Incandescent Light Bulbs Will Soon Burn Off The Shelf
GAINESVILLE, Fla. -- Gainesville has earned a reputation for being "green."
Now Gainesville is getting a reputation for seeing the light.
It lit up the world for more than a century, made bedtime stories possible, and helped us find items in dark, messy closets.
But now, the incandescent light bulb is no more.
With the ringing in of the new year, some of the most popular light bulbs used in homes will soon disappear from store shelves for good.
The manufacture of the incandescent light bulb is prohibited, starting today.
"I've followed the change in efficiency from the incandescents, particularly the heat. In Florida, I meant, the heat is a real killer," said Gainesville Resident Mike Brennan.
In 2007 President George W. Bush signed a law to replace standard incandescents with more efficient bulbs.
But many North Central Florida residents have already made that change.
"Gainesville is one of the top 50 markets in the nation as far as switching over already," said Home Depot's Department Supervisor, Keith Bellissimo.

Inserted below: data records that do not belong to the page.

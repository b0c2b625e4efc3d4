import { useState } from 'react';
import { Button, Icon, Text } from '@/components/ui';
import { useVersionLoader } from '@/lib/api/versions';
import { downloadJson, versionFileName } from '@/lib/download';

/** Save a version's topology document as a JSON file named after the design and the version. */
export function DownloadButton({ designId, designName, number }: { designId: number; designName: string; number: number }) {
  const load = useVersionLoader(designId);
  const [busy, setBusy] = useState(false);
  const [problem, setProblem] = useState<string | null>(null);
  const fileName = versionFileName(designName, number);

  async function download() {
    setBusy(true);
    setProblem(null);
    try {
      const version = await load(number);
      if (!downloadJson(fileName, version.document)) setProblem('Downloads work in the browser only.');
    } catch (error) {
      setProblem(error instanceof Error ? error.message : 'The version could not be loaded.');
    } finally {
      setBusy(false);
    }
  }

  return (
    <>
      <Button
        label="Download JSON"
        variant="secondary"
        size="compact"
        icon={<Icon name="download" size={18} color="primary" />}
        loading={busy}
        accessibilityHint={`Saves ${fileName}`}
        onPress={() => void download()}
        testID="version-download"
      />
      {problem ? (
        <Text variant="small" color="dangerText" role="alert">
          {problem}
        </Text>
      ) : null}
    </>
  );
}
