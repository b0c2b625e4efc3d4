import type { RuleId } from '@/shared/analysis/rules';

/**
 * What each finding is called on screen: a few words a designer or reviewer reads first. The rule
 * id stays beside it only as a small code (for searching, and for the command line's JSON).
 */
export const RULE_TITLES: Record<RuleId, string> = {
  'single-point-of-failure': 'Single point of failure',
  'host-unreachable': 'Host reaches no storage',
  'one-controller-only': 'Only one controller reached',
  'management-port-on-data-switch': 'Management port on a data switch',
  'data-port-on-management-switch': 'Data port on the management switch',
  'management-data-bridge': 'Management switch joined to the storage fabric',
  'shared-switch-in-use': 'Shared switch carries management and data',
  'network-overlap': 'Overlapping networks',
  'cidr-host-bits': 'Subnet written with host bits',
  'network-link-local': 'Link-local subnet',
  'management-data-same-subnet': 'Management and data share a subnet',
  'management-data-same-vlan': 'Management and data share a VLAN',
  'network-unusable': 'Subnet no port can use',
  'network-special-use': 'Subnet set aside for another use',
  'network-public': 'Public address space',
  'network-documentation': 'Example addresses',
  'address-outside-network': 'Address outside its network',
  'address-duplicate': 'Address used twice',
  'address-reserved': 'Reserved address',
  'vlan-out-of-range': 'VLAN ID out of range',
  'mtu-out-of-range': 'MTU out of range',
  'mtu-mismatch': 'MTUs differ along a path',
  'port-unaddressed': 'Cabled port without an address',
  'target-address-dhcp': 'Target port on DHCP',
  'direct-attach-shared-subnet': 'Direct-attach links share a subnet',
  'port-double-cabled': 'Port cabled twice',
  'connector-mismatch': 'Connectors do not match',
  'speed-mismatch': 'Port speeds differ',
  'media-unsuited': 'Cable cannot carry the speed',
  'cable-too-long': 'Cable too long',
  'cable-unmeasured': 'Cable length not set',
  'cable-between-endpoints': 'Cable between two endpoints',
  'port-role-mismatch': 'Port roles do not match',
  'iqn-invalid': 'Invalid iSCSI name',
  'iqn-duplicate': 'Initiator name used twice',
  'iqn-missing': 'No initiator name yet',
  'chap-off': 'CHAP is off',
  'device-name-duplicate': 'Two devices with one name',
  'part-name-duplicate': 'Two cards or controllers with one name',
  'port-name-duplicate': 'Two ports with one name',
  'rack-units-overlap': 'Two devices in the same rack units',
  'device-above-rack-top': 'Device above the top of its rack',
  'cable-shorter-than-estimate': 'Cable shorter than the run it needs',
  'cable-estimate-beyond-reach': 'Run longer than the media can carry',
  'psu-no-feed': 'Power supply on no feed',
  'psus-one-feed': 'Every power supply on one feed',
};

// Looked up through a Map: a rule id comes with a report, and "constructor" must not find Object's.
const BY_RULE: ReadonlyMap<string, string> = new Map(Object.entries(RULE_TITLES));

/** A finding's title; a rule this build does not know (a newer server) reads as its id. */
export function ruleTitle(rule: string): string {
  return BY_RULE.get(rule) ?? rule;
}
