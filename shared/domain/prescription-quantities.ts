/**
 * Quantities and cost of one prescription: a practice's steps applied to one unit's acres, length
 * or count, with the prescription's parameters overriding the practice defaults. Returns totals
 * with units in their names and lines ready to become proposal lines.
 *
 * Purchases are pooled per material across the steps (two burn-downs share one jug), so packages
 * are rounded up once per material; each step's own results still show what that step uses.
 * Money rule: each line's amount is rounded once, half up, to whole cents (rounding.ts); totals are
 * sums of integer cents. Materials bought by the package (seed, fertilizer, containers, packs) are
 * whole packages × package price; materials bought by measure (lime per ton, product per gallon)
 * bill the quantity rounded to 2 decimals. Labor, equipment and fee lines stay per step, each with
 * its own minimum charge (one visit each).
 */
import { DomainValidationError } from './errors';
import { computeFertilizer, formatGrade, type FertilizerResult } from './fertilizer';
import { computeLime, type LimeRecommendation, type LimeResult } from './lime';
import type {
  ItemBasis,
  MaterialDefinition,
  MaterialType,
  PracticeDefinition,
  PracticeStep,
  PrescriptionParameters,
  StepParameters,
  UnitMeasures,
} from './practice';
import { lineAmountCents, packagesFor, roundHalfUp, roundLineQuantity, sumCents } from './rounding';
import { computeSeedMix, type SeedMixResult } from './seeding';
import { computeServiceLine, type LineCategory, type ServiceLineResult, type ServiceRate, type WorkMeasures } from './service-rates';
import { computeSprayApplication, type SprayApplicationResult, type SprayRate } from './spraying';
import { requireNumber } from './validation';

/** One priced line, shaped like a proposal line. */
export interface PrescriptionLine {
  /** The steps the line serves (several when a material is pooled). */
  stepKeys: string[];
  materialKey: string | null;
  rateKey: string | null;
  description: string;
  quantity: number;
  unit: string;
  unitPriceCents: number;
  amountCents: number;
  category: LineCategory;
  /**
   * How the firm arrived at the price, for staff only (e.g. what the work would cost without the
   * rate's minimum charge). Never copied into a proposal, invoice or anything a landowner reads.
   */
  pricingNote?: string;
}

export interface ItemResult {
  materialKey: string;
  name: string;
  basis: ItemBasis;
  itemsNeeded: number;
  packs: number;
  leftoverItems: number;
  costCents: number;
}

/** What one step needs of one material, in the unit the material is bought by (lb, ton, gal or items). */
export interface MaterialNeed {
  materialKey: string;
  stepKey: string;
  amount: number;
  /** The rate as written for the step, e.g. "2.7 lb/acre broadcast". */
  rateText: string;
}

export type NeededUnit = 'lb' | 'ton' | 'gal' | 'item';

The Environmental Protection Agency says about only ten percent of the energy these traditional bulbs use is for light.
And with more efficient bulbs in the shelves, it's no wonder why people are buying them.
"I like the LED bulbs because they burn very cool, and in Florida, of course it doesn't make much sense to have the hot light bulb when you're trying to cool the house off," said Gainesville Resident, Pat Sucher. "So I like the LED ones a lot."

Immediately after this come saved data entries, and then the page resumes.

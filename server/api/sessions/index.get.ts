import { and, eq, gte, lt, type SQL } from 'drizzle-orm'
import { DateTime } from 'luxon'
import { sessionListQuerySchema } from '../../../shared/schemas/sessions'

/** Sessions in a date range of the venue's calendar (staff). Dates are local to the venue. */
export default defineEventHandler(async (event) => {
  await requireRole(event, 'manager', 'host', 'marketing')
  const q = await readQueryAs(event, sessionListQuerySchema)
  const venue = await getVenue()
  const where: SQL[] = [eq(tables.tastingSessions.venueId, venue.id)]
  if (q.from) where.push(gte(tables.tastingSessions.startsAt, DateTime.fromISO(q.from, { zone: venue.timeZone }).startOf('day').toUTC().toJSDate()))
  if (q.to) where.push(lt(tables.tastingSessions.startsAt, DateTime.fromISO(q.to, { zone: venue.timeZone }).plus({ days: 1 }).startOf('day').toUTC().toJSDate()))
  if (q.flightId) where.push(eq(tables.tastingSessions.flightId, q.flightId))
  if (q.status) where.push(eq(tables.tastingSessions.status, q.status))
  return loadSessionViews(and(...where), venue.timeZone)
})
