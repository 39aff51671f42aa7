import { randomUUID } from 'node:crypto'
import { inArray } from 'drizzle-orm'
import { sessionCreateSchema } from '../../../shared/schemas/sessions'

/** One session, or a weekly series in one step, of a published flight. */
export default defineEventHandler(async (event) => {
  await requireRole(event, 'manager')
  const input = await readBodyAs(event, sessionCreateSchema)
  const venue = await getVenue()
  const db = useDb()
  const flight = await loadFlight(venue, input.flightId).catch(() => null)
  if (!flight || flight.status !== 'published') {
    invalidFields({ flightId: 'Choose a published flight.' })
  }
  await assertHost(venue.id, input.hostId ?? null)
  const starts = weeklyStartsUtc({ startDate: input.startDate, startTime: input.startTime, weeks: input.repeatWeeks, timeZone: venue.timeZone })
  if (starts[0]!.getTime() < Date.now()) {
    invalidFields({ startDate: 'The first session must start in the future.' })
  }
  const seriesId = starts.length > 1 ? randomUUID() : null
  const ids = await db.transaction(async (tx) => {
    const out: number[] = []
    for (const startsAt of starts) {
      const [row] = await tx.insert(tables.tastingSessions).values({
        venueId: venue.id, flightId: flight.id, startsAt, durationMinutes: input.durationMinutes, seats: input.seats,
        priceMinor: input.priceMinor, currency: venue.currency, hostId: input.hostId ?? null,
        bookingCutoffMinutes: input.bookingCutoffMinutes, seriesId,
      }).$returningId()
      out.push(row!.id)
    }
    return out
  })
  setResponseStatus(event, 201)
  return loadSessionViews(inArray(tables.tastingSessions.id, ids), venue.timeZone)
})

"I've bought them before," says Frank Owens of Gainesville. "I mean, we like them better. They last longer, they're just as bright , they're energy saving."

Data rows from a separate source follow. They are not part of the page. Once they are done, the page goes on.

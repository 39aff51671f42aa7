import { and, eq } from 'drizzle-orm'
import { idParam } from '../../../shared/schemas/common'

export default defineEventHandler(async (event) => {
  await requireRole(event, 'manager', 'host', 'marketing')
  const { id } = await readParamsAs(event, idParam)
  const venue = await getVenue()
  const [view] = await loadSessionViews(and(eq(tables.tastingSessions.id, id), eq(tables.tastingSessions.venueId, venue.id)), venue.timeZone)
  if (!view) notFound('No such session.')
  return view
})
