import { and, eq } from 'drizzle-orm'
import { idParam } from '../../../shared/schemas/common'
import { sessionPatchSchema } from '../../../shared/schemas/sessions'

/** Changes a session's seats, price, host, cut-off or whether it takes bookings. */
export default defineEventHandler(async (event) => {
  await requireRole(event, 'manager')
  const { id } = await readParamsAs(event, idParam)
  const patch = await readBodyAs(event, sessionPatchSchema)
  const venue = await getVenue()
  if (patch.hostId !== undefined) await assertHost(venue.id, patch.hostId)
  await useDb().transaction(async (tx) => {
    const [s] = await tx.select().from(tables.tastingSessions).where(and(eq(tables.tastingSessions.id, id), eq(tables.tastingSessions.venueId, venue.id))).for('update')
    if (!s) notFound('No such session.')
    if (s.status === 'cancelled') conflict('This session is cancelled and can no longer change.')
    await tx.update(tables.tastingSessions).set(patch).where(eq(tables.tastingSessions.id, id))
  })
  const [view] = await loadSessionViews(eq(tables.tastingSessions.id, id), venue.timeZone)
  return view!
})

Replacing these incandescent light bulbs in store shelves are these LED bulbs and these compact fluorescent, known for their coil shape.
"You'll see the 60's and 40's begin to disappear. The 100 watts are already gone and as we run out of inventory, you'll just see the CFL's and LED options," said Bellissimo.
The LED's and CFL's are more expensive than the incandescent bulb-- some as much as 30-dollars-- but they are designed to last much longer.
"When you look at the price difference, it pays for itself over a year. And then it last at least ten years. So the LED is definitely the way to go," says Bellissimo. "Both options last longer than your traditional incandescent light bulbs."
You aren't supposed to throw away the new light bulbs.
Residents can recycle their duds by bringing them to some retailers or to the county Hazardous Waste Collection Center.